All well and good, said George Sinas, legal counsel for the Coalition Protecting Auto No-Fault in Lansing, a nonprofit comprised of medical and consumer groups.
But, Sinas said, abuse of the system works both ways. Little love is lost between the insurance industry and CPAN – a recent press release by the latter group has the title “No-Fault Lies and the Lying Liars Who Tell Them” – and CPAN’s mission is in its very name. Sinas and others acknowledge the problem of high insurance rates in Michigan is partially linked to fraud, but says SB 248 is more about protecting the insurance industry than residents.
“If we’re going to get to the bottom, we need to look at more than just a few bad lawyers, but also the insurance industry,” Sinas said. “When the no-fault statute went into effect, one of the central pieces (driving the reform) was that the tort system (for litigating personal injury cases) was too adversarial. Everything was a fight. No-fault said, ‘You’re in an accident, you get benefits.’ But exactly the opposite has taken place. Virtually every single case is turning into an argument with the insurers.”
Fraud debate
Fraud happens in other public programs, but we don’t overhaul the system as a result, Sinas said. “CPAN has taken a very strong position that where fraud exists, it must be eradicated,” he said. It’s not only a crime, but it jeopardizes the integrity of the system. It must be stamped out.”

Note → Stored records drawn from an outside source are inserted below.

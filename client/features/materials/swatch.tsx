import { hatchFill } from '#client/components/ui/hatch.tsx';
import type { MaterialDto } from '#shared/schemas/material.ts';

/** The drafting hatch of a material, as it is in every drawing. */
export function Swatch({ material }: { material: Pick<MaterialDto, 'category' | 'density'> }) {
  return (
    <svg width="36" height="18" aria-hidden="true" className="block shrink-0">
      <rect
        x="0.5"
        y="0.5"
        width="35"
        height="17"
        fill={hatchFill(material.category, material.density)}
        stroke="var(--graphite)"
      />
    </svg>
  );
}
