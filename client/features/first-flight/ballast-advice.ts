import {
  chooseBallast,
  type BallastChoice,
  type BallastChoiceRefusal,
  type BallastPiece,
} from '#shared/core/field/ballast-pieces.ts';
import type { FieldFigures } from '#shared/core/field/field-account.ts';
import type { Plan } from '#shared/core/plan.ts';
import { isBallast } from '#shared/core/wood-trial-base.ts';
import type { Units } from '#shared/format/units.ts';
import type { BuildTermsDto } from '#shared/schemas/weighing.ts';
import type { WantedRange } from './wanted-range.ts';

/** Where ballast goes until somebody says otherwise, mm: the plan's foremost ballast, else its foremost item. */
export function usualPlace({ items }: Pick<Plan, 'items'>): number {
  const foremost = (of: Plan['items']) => Math.min(...of.map(({ at }) => at[0]));
  const ballast = items.filter(isBallast);
  const of = ballast.length > 0 ? ballast : items;
  return of.length > 0 ? foremost(of) : 0;
}

interface AdviceOptions {
  flown: FieldFigures;
  range: WantedRange;
  at: number;
  pieces: readonly BallastPiece[];
  terms: Pick<BuildTermsDto, 'least' | 'most' | 'ballastRoom'> | null;
  /** g aboard already in the room for ballast */
  aboard: number;
}

/** What to put in from the pieces at hand; where none are named, from as much putty as it takes. */
export function ballastAdvice({
  flown,
  range,
  at,
  pieces,
  terms,
  aboard,
}: AdviceOptions): BallastChoice | BallastChoiceRefusal {
  const room = terms?.ballastRoom ?? null;
  return chooseBallast(pieces.length > 0 ? pieces : [ANY], {
    mass: flown.mass,
    x: flown.x,
    at,
    range,
    least: terms?.least ?? null,
    most: terms?.most ?? null,
    room: room === null ? null : Math.max(0, room - aboard),
  });
}

/** Putty without end. g */
const ANY: BallastPiece = { id: 'putty', mass: 100_000, divisible: true };

/** Why nothing at hand does it, and what would. */
export function refusalWords(refusal: BallastChoiceRefusal, at: number, units: Units): string {
  const grams = (value: number) => units.format(value, 'mass');
  const place = `${units.format(Math.abs(at), 'length')} ${at < 0 ? 'ahead of' : 'aft of'} the datum`;
  switch (refusal.refused) {
    case 'wrong_place':
      return `No weight ${place} can do it: it would pull the wrong way. Choose a place on the other side, or take ballast out there.`;
    case 'too_little':
      return `The pieces at hand are ${grams(refusal.missing)} too light.`;
    case 'no_room':
      return `It needs ${grams(refusal.over)} more than there is room for. A place farther from the balance point needs less.`;
    case 'too_heavy':
      return `It would pass the greatest mass of its class by ${grams(refusal.over)}. A place farther from the balance point needs less.`;
    case 'no_sum':
      return refusal.above === null
        ? `The pieces at hand do not add up to it; the nearest below is ${grams(refusal.below)}.`
        : `The pieces at hand add up to ${grams(refusal.below)} or ${grams(refusal.above)}, and neither does it.`;
  }
}
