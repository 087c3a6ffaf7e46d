import type { Request } from 'express';
import type { z } from 'zod';
import { pointerOf, type FieldProblem } from '#shared/schemas/problem.ts';
import { invalidInput } from '#server/errors.ts';
import { boundsProblems, MOST_PROBLEMS } from './bounds.ts';
import { wordIssue } from './issue-wording.ts';
import type { Schemas } from './endpoint.ts';

interface Inputs<P extends z.ZodType, Q extends z.ZodType, B extends z.ZodType> {
  params: z.output<P>;
  query: z.output<Q>;
  body: z.output<B>;
}

/**
 * Checks path, query and body against their schemas. What has no schema is not looked at.
 * @throws AppError `invalid_input` with every wrong field at once
 */
export function parseInputs<P extends z.ZodType, Q extends z.ZodType, B extends z.ZodType>(
  schemas: Schemas<P, Q, B>,
  req: Request,
): Inputs<P, Q, B> {
  const problems: FieldProblem[] = [];
  const parsed = {
    params: parse(schemas.params, req.params, problems),
    query: parse(schemas.query, req.query, problems),
    body: parseBody(schemas.body, req.body, problems),
  };
  if (problems.length > 0) throw invalidInput(shortened(problems));
  // With no problem left, every part is what its schema makes of it.
  return parsed as Inputs<P, Q, B>;
}

function parse(schema: z.ZodType | undefined, value: unknown, problems: FieldProblem[]): unknown {
  if (!schema) return undefined;
  const result = schema.safeParse(value, { error: wordIssue });
  if (result.success) return result.data;
  problems.push(...result.error.issues.flatMap(problemsOf));
  return undefined;
}

function parseBody(schema: z.ZodType | undefined, body: unknown, problems: FieldProblem[]): unknown {
  if (!schema) return undefined;
  const outOfBounds = boundsProblems(body);
  problems.push(...outOfBounds);
  // Beyond the bounds the fields themselves are not worth the time.
  return outOfBounds.length > 0 ? undefined : parse(schema, body ?? {}, problems);
}

function problemsOf(issue: z.core.$ZodIssue): FieldProblem[] {
  if (issue.code === 'unrecognized_keys') {
    return issue.keys.map((key) => ({
      pointer: pointerOf([...issue.path, key]),
      detail: 'There is no such field.',
    }));
  }
  return [{ pointer: pointerOf(issue.path), detail: issue.message }];
}

function shortened(problems: FieldProblem[]): FieldProblem[] {
  if (problems.length <= MOST_PROBLEMS) return problems;
  const rest = problems.length - MOST_PROBLEMS;
  return [...problems.slice(0, MOST_PROBLEMS), { pointer: '#', detail: `${rest} more fields are wrong.` }];
}
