import type { Request, Response } from 'express';
import multer, { MulterError } from 'multer';
import { AppError, invalidInput } from '#server/errors.ts';

/** A form with one file beside its fields. */
export interface Upload {
  /** name of the file's field */
  field: string;
  maxBytes: number;
}

/**
 * Reads a form into memory; its fields become the request's body.
 * @throws AppError `too_large`, `unsupported_type`, `malformed_form`, or `invalid_input` for a file that is missing
 */
export async function readUpload(req: Request, res: Response, { field, maxBytes }: Upload): Promise<Buffer> {
  if (!req.is('multipart/form-data')) {
    throw new AppError('unsupported_type', 'Send the form as multipart/form-data.');
  }
  const limits = {
    fileSize: maxBytes,
    fields: 8,
    fieldSize: 8_000,
    fieldNameSize: 100,
    parts: 10,
    headerPairs: 32,
  };
  const read = multer({ limits }).single(field);
  await new Promise<void>((resolve, reject) => {
    read(req, res, (error: unknown) => (error ? reject(asRefusal(error, maxBytes)) : resolve()));
  });
  // Fields of a form have no prototype; schemas want a plain object.
  req.body = { ...req.body };
  if (!req.file) throw invalidInput([{ pointer: `#/${field}`, detail: 'Is missing.' }]);
  return req.file.buffer;
}

function asRefusal(error: unknown, maxBytes: number): unknown {
  if (!(error instanceof MulterError)) return new AppError('malformed_form', 'The form cannot be read.');
  if (error.code === 'LIMIT_FILE_SIZE') {
    return new AppError('too_large', `A file may have at most ${maxBytes / 1_000_000} MB.`);
  }
  if (error.code === 'LIMIT_UNEXPECTED_FILE' && error.field !== undefined) {
    return invalidInput([{ pointer: `#/${error.field}`, detail: 'Is no file of this form.' }]);
  }
  return new AppError('too_large', 'The form has too many or too long fields.');
}
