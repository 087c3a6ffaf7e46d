import type { Request } from 'express';
import { z } from 'zod';
import { AppError, invalidInput } from '#server/errors.ts';

/**
 * The version that a write was made from. `*` would overwrite whatever is there, so it counts as missing; a tag
 * that is not of ours matches no version. A proxy that packs answers may have marked the tag as weak.
 */
export function readIfMatch(req: Request): number {
  const header = req.get('If-Match')?.trim();
  if (header === undefined || header === '' || header === '*') {
    throw new AppError(
      'if_match_required',
      'Send the version that you changed as If-Match, as it came in the ETag.',
    );
  }
  const version = /^(?:W\/)?"(\d{1,9})"$/.exec(header)?.[1];
  return version === undefined ? -1 : Number(version);
}

/** Key of a creation that may be sent twice on a bad line. */
export function readIdempotencyKey(req: Request): string | undefined {
  const header = req.get('Idempotency-Key');
  if (header === undefined) return undefined;
  const key = z.uuid().safeParse(header.trim().toLowerCase());
  if (!key.success) throw invalidInput([{ pointer: '#/Idempotency-Key', detail: 'Must be a UUID.' }]);
  return key.data;
}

Many of the suits filed in recent years, both against and on behalf of insurers and doctors have been settled or otherwise dismissed. The AllState RICO suit is still pending, although settlements have been reached with some of the defendants, according to someone close to the litigation.
WhoCanISue.com, after a flashy launch in 2009, still has a web presence (complete with its logo of a man slipping on a banana peel), but the site’s functionality appears to have vanished, and the phone is no longer answered. Universal Health Group and United Wellness have non-working numbers or full voicemail boxes.
Pavelka, the nurse/whistleblower, was at the time of her deposition dealing with insurers in a different context -- getting a new house built. Two and a half months after she quit her job, her house burned to the ground, an act of arson, she said. No culprit was ever arrested.